# wacom tablet probleme



## paraphan (1. März 2002)

ich hab mir gerade ein wacom tablet (initus2 a4 regular) zugelegt und hab dazu ne frage:

das tablet ist ja druckempfindlich, in photoshop wird dadurch ein strich je
nach druck dünner oder dicker.
so weit so gut...jetzt möchte ich aber, dass sich je nach druck die sichtbarkeit des striches
ändert und nicht die dicke.
wo stell ich das ein¿

ich hab hab das ganze tablethandbuch durchsucht und nirgendwo einen hinweis
darauf gefunden, wie das gehen soll.

beim tablet gibt's ja außerdem noch ein paar tasten (z.B. "soft", "medium", "firm"),
um zwischen verschiedenen druckstärken zu wechseln. kann ich die auch irgendwie
einzeln konfigurieren bzw. jede taste verschieden einstellen, z.B. taste "soft" strichdicke
ändert sich, taste "medium" sichtbarkeit ändert sich und taste "firm" strichdicke normal,
sichtbarkeit 100%¿

ich hoffe jemand von euch kann mir helfen...


----------



## Nino (1. März 2002)

Hi
Normalerweise änderst du die Sichtbarkeit(Deckkraft) des Bildes wenn du auf die Ebene doppelklickst und die Deckkraft verringerst.

MFG
Nino


----------



## paraphan (1. März 2002)

schon klar, ich will aber die sichtbarkeit des gezeichneten striches je nach druck ändern...damit ich's nicht immer manuell umstellen muss...


----------



## nanda (1. März 2002)

@nino
nicht die deckkraft des bildes sondern die deckkraft einzelner striche soll gesteuert werden. zum beispiel soll ein strich allmählich immer stärker sichtbar werden.

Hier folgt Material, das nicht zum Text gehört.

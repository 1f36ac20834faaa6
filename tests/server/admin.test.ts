import { afterAll, beforeAll, describe, expect, it } from 'vitest';
import type { AppInstance } from '../../server/app';
import { AuditEvent } from '../../server/features/audit/audit-event.entity';
import type { User } from '../../server/features/users/user.entity';
import { buildUser, GOOD_PASSWORD } from '../support/factories';
import { signedInAs } from '../support/sessions';
import { browserLikeAgent, startTestApp } from '../support/test-app';

let app: AppInstance;
let admin: User;
beforeAll(async () => {
  app = await startTestApp();
  admin = await buildUser(app.ctx.dataSource, { role: 'admin', displayName: 'Gwen Admin' });
});
afterAll(() => app.close());

describe('/api/admin/users', () => {
  it('lists people by search text for an administrator', async () => {
    const target = await buildUser(app.ctx.dataSource, { displayName: 'Harriet Gradient' });
    const agent = await signedInAs(app, admin);

    const res = await agent.get('/api/admin/users').query({ q: target.email, pageSize: 10 });

    expect(res.status).toBe(200);
    expect(res.body.total).toBe(1);
    expect(res.body.items[0]).toMatchObject({ id: target.id, displayName: 'Harriet Gradient', suspendedAt: null });
  });

  it('treats SQL wildcards in the search text as plain characters', async () => {
    const agent = await signedInAs(app, admin);

    const res = await agent.get('/api/admin/users').query({ q: "%' OR 1=1 -- _" });

    expect(res.status).toBe(200);
    expect(res.body.total).toBe(0);
  });

  it('answers 403 to a moderator', async () => {
    const agent = await signedInAs(app, await buildUser(app.ctx.dataSource, { role: 'moderator' }));
    const res = await agent.get('/api/admin/users');
    expect(res.status).toBe(403);
  });

  it('changes a role and records who, what, why and when in the audit log', async () => {
    const target = await buildUser(app.ctx.dataSource);
    const agent = await signedInAs(app, admin);

    const res = await agent
      .patch(`/api/admin/users/${target.id}/role`)
      .send({ role: 'moderator', reason: 'Joined the review team' });

    expect(res.status).toBe(200);
    expect(res.body.user.role).toBe('moderator');
    const events = await app.ctx.dataSource
      .getRepository(AuditEvent)
      .findBy({ action: 'user.role_changed', targetId: String(target.id) });
    expect(events).toHaveLength(1);
    expect(events[0]).toMatchObject({
      actorId: admin.id,
      detail: { from: 'member', to: 'moderator', reason: 'Joined the review team' },
    });
  });

  it('refuses to change the administrator’s own role', async () => {
    const agent = await signedInAs(app, admin);
    const res = await agent
      .patch(`/api/admin/users/${admin.id}/role`)
      .send({ role: 'member', reason: 'Testing myself' });
    expect(res.status).toBe(409);
  });

  it('requires a reason and a known role', async () => {
    const target = await buildUser(app.ctx.dataSource);
    const agent = await signedInAs(app, admin);

    const res = await agent.patch(`/api/admin/users/${target.id}/role`).send({ role: 'owner' });

    expect(res.status).toBe(422);
    expect(Object.keys(res.body.error.fields).sort()).toEqual(['reason', 'role']);
  });

  it('suspends an account: its sessions end and sign-in names the reason; reinstating restores it', async () => {
    const target = await buildUser(app.ctx.dataSource);
    const targetAgent = await signedInAs(app, target);
    const agent = await signedInAs(app, admin);

    await agent
      .post(`/api/admin/users/${target.id}/suspension`)
      .send({ reason: 'Repeated misleading listings' })
      .expect(200);

    await targetAgent.get('/api/account').expect(401);
    const refused = await (
      await browserLikeAgent(app)
    )
      .post('/api/auth/sign-in')
      .send({ email: target.email, password: GOOD_PASSWORD });
    expect(refused.body.error.message).toContain('Repeated misleading listings');
    await agent.delete(`/api/admin/users/${target.id}/suspension`).expect(200);
    await signedInAs(app, target);
  });
});

describe('GET /api/audit-events', () => {
  it('shows moderators the newest events with the actor’s name', async () => {
    const agent = await signedInAs(app, await buildUser(app.ctx.dataSource, { role: 'moderator' }));

    const res = await agent.get('/api/audit-events').query({ pageSize: 5 });

    expect(res.status).toBe(200);
    expect(res.body.items.length).toBeGreaterThan(0);
    expect(res.body.items[0]).toHaveProperty('actor');
  });

  it('answers 403 to a member', async () => {
    const agent = await signedInAs(app, await buildUser(app.ctx.dataSource));
    await agent.get('/api/audit-events').expect(403);
  });
});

das kann man mit dem verändern der deckkraft der ebene nicht erreichen.

@paraphan
wenn die sichtbarkeit innerhalb eines oder verschiedener strich verändert werden soll ist meistens auch eine veränderung der breite des striches verbunden. das entspricht den natürlichen gesetzmäßigkeiten. wenn du mit einem realen pinsel fest aufdrückst gehen die borsten auseinandern und der strich wird breiter und intensiver. 

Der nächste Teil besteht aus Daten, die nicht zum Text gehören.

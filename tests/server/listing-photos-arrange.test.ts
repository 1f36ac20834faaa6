import type TestAgent from 'supertest/lib/agent';
import { afterAll, beforeAll, describe, expect, it } from 'vitest';
import type { AppInstance } from '../../server/app';
import type { Listing } from '../../server/features/listings/listing.entity';
import type { User } from '../../server/features/users/user.entity';
import type { PhotoView } from '../../shared/types/listings';
import { buildUser } from '../support/factories';
import { addPhoto, buildListing } from '../support/listing-factories';
import { keyOfUrl, photoObjects } from '../support/photo-storage';
import { signedInAs } from '../support/sessions';
import { startTestApp } from '../support/test-app';

let app: AppInstance;
let seller: User;
let agent: TestAgent;
beforeAll(async () => {
  app = await startTestApp();
  seller = await buildUser(app.ctx.dataSource);
  agent = await signedInAs(app, seller);
});
afterAll(() => app.close());

/** A draft with `n` photos, and those photos in order. */
async function listingWithPhotos(n: number): Promise<{ listing: Listing; photos: PhotoView[] }> {
  const listing = await buildListing(app.ctx.dataSource, seller);
  let photos: PhotoView[] = [];
  for (let i = 0; i < n; i += 1) photos = (await addPhoto(app.ctx, listing, seller)).photos;
  return { listing, photos };
}

const summary = (photos: PhotoView[]) => photos.map((p) => [p.id, p.position, p.isCover]);

describe('PUT /api/listings/:id/photos/order', () => {
  it('puts the photos in the order given, keeping the cover', async () => {
    const { listing, photos } = await listingWithPhotos(3);
    const [a, b, c] = photos.map((p) => p.id) as [number, number, number];

    const res = await agent.put(`/api/listings/${listing.id}/photos/order`).send({ photoIds: [c, a, b] });

    expect(res.status).toBe(200);
    expect(summary(res.body.photos)).toEqual([
      [c, 1, false],
      [a, 2, true],
      [b, 3, false],
    ]);
    const listed = await agent.get(`/api/listings/${listing.id}/photos`);
    expect(summary(listed.body.photos)).toEqual(summary(res.body.photos));
  });

  it('answers 422 unless the list names each of the listing’s photos exactly once', async () => {
    const { listing, photos } = await listingWithPhotos(2);
    const other = await listingWithPhotos(1);
    const [a, b] = photos.map((p) => p.id) as [number, number];
    const url = `/api/listings/${listing.id}/photos/order`;

    for (const photoIds of [[a], [a, b, other.photos[0]!.id], [a, other.photos[0]!.id], [a, a]]) {
      const res = await agent.put(url).send({ photoIds });
      expect(res.status, JSON.stringify(photoIds)).toBe(422);
      expect(Object.keys(res.body.error.fields)).toEqual(['photoIds']);
    }
    expect(summary((await agent.get(`/api/listings/${listing.id}/photos`)).body.photos)).toEqual(summary(photos));
  });
});

describe('POST /api/listings/:id/photos/:photoId/cover', () => {
  it('makes the chosen photo the only cover without changing the order', async () => {
    const { listing, photos } = await listingWithPhotos(3);

    const res = await agent.post(`/api/listings/${listing.id}/photos/${photos[2]!.id}/cover`).send({});

    expect(res.status).toBe(200);
    expect(res.body.photos.map((p: PhotoView) => p.isCover)).toEqual([false, false, true]);
  });

  it('answers 404 for a photo of another listing', async () => {
    const { listing } = await listingWithPhotos(1);
    const other = await listingWithPhotos(1);
    const res = await agent.post(`/api/listings/${listing.id}/photos/${other.photos[0]!.id}/cover`).send({});
    expect([res.status, res.body.error.message]).toEqual([404, 'That photo was not found.']);
  });
});

describe('DELETE /api/listings/:id/photos/:photoId', () => {
  it('deletes the row and both stored sizes, renumbers the rest and moves the cover to the first', async () => {
    const { listing, photos } = await listingWithPhotos(3);
    const [cover, second, third] = photos as [PhotoView, PhotoView, PhotoView];
    const key = keyOfUrl(cover.displayUrl);

    const res = await agent.delete(`/api/listings/${listing.id}/photos/${cover.id}`);

    expect(res.status).toBe(200);
    expect(summary(res.body.photos)).toEqual([
      [second.id, 1, true],
      [third.id, 2, false],
    ]);
    expect((await photoObjects(app)).filter((k) => k.includes(key))).toEqual([]);
    await agent.get(cover.displayUrl).expect(404);
    await agent.get(second.displayUrl).expect(200);
  });

  it('answers 409 once the listing is reserved: the buyer keeps the photos they saw', async () => {
    const { listing, photos } = await listingWithPhotos(1);
    await app.ctx.dataSource.query("UPDATE listings SET state = 'reserved' WHERE id = ?", [listing.id]);

    const res = await agent.delete(`/api/listings/${listing.id}/photos/${photos[0]!.id}`);

    expect(res.status).toBe(409);
    expect((await agent.get(`/api/listings/${listing.id}/photos`)).body.photos).toHaveLength(1);
  });
});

anders sieht es da schon mit dem airbrush aus. bei meinen versuchen mit dem wacom ist die breite des striches stets gleich und durch die druckstufen wird nur die sichtbarkeit verändert. genau das suchst du doch. versuch´s mal.


----------



## paraphan (1. März 2002)

@nanda: danke für deinen tipp, aber das mit dem airbrush hab ich schon gemacht, aber ich möchte aber meine verschiedenen pinselspitzen verwenden und diese dann per druck in ihrer deckkraft ändern...


----------



## nanda (1. März 2002)

bei airbrush und pinsel kannst du doch dieselben spitzen verwenden


----------



## paraphan (1. März 2002)

uups, stimmt ja, hab gar nicht daran gedacht...*peinlich*
vielen dank für deine hilfe!


----------



## paraphan (1. März 2002)

@nanda: hab dir gerade einen vote gegeben  so als dankeschön und entschuldigung für meine dummheit


----------



## nanda (1. März 2002)

/offtopic

entschuldigung ???
dummheit ???

na na na, das möchte ich nicht wieder hören. für dieses post müßtest du dich schämen 

die lösungen liegen meistens ganz nah. dafür gibts doch das forum hier.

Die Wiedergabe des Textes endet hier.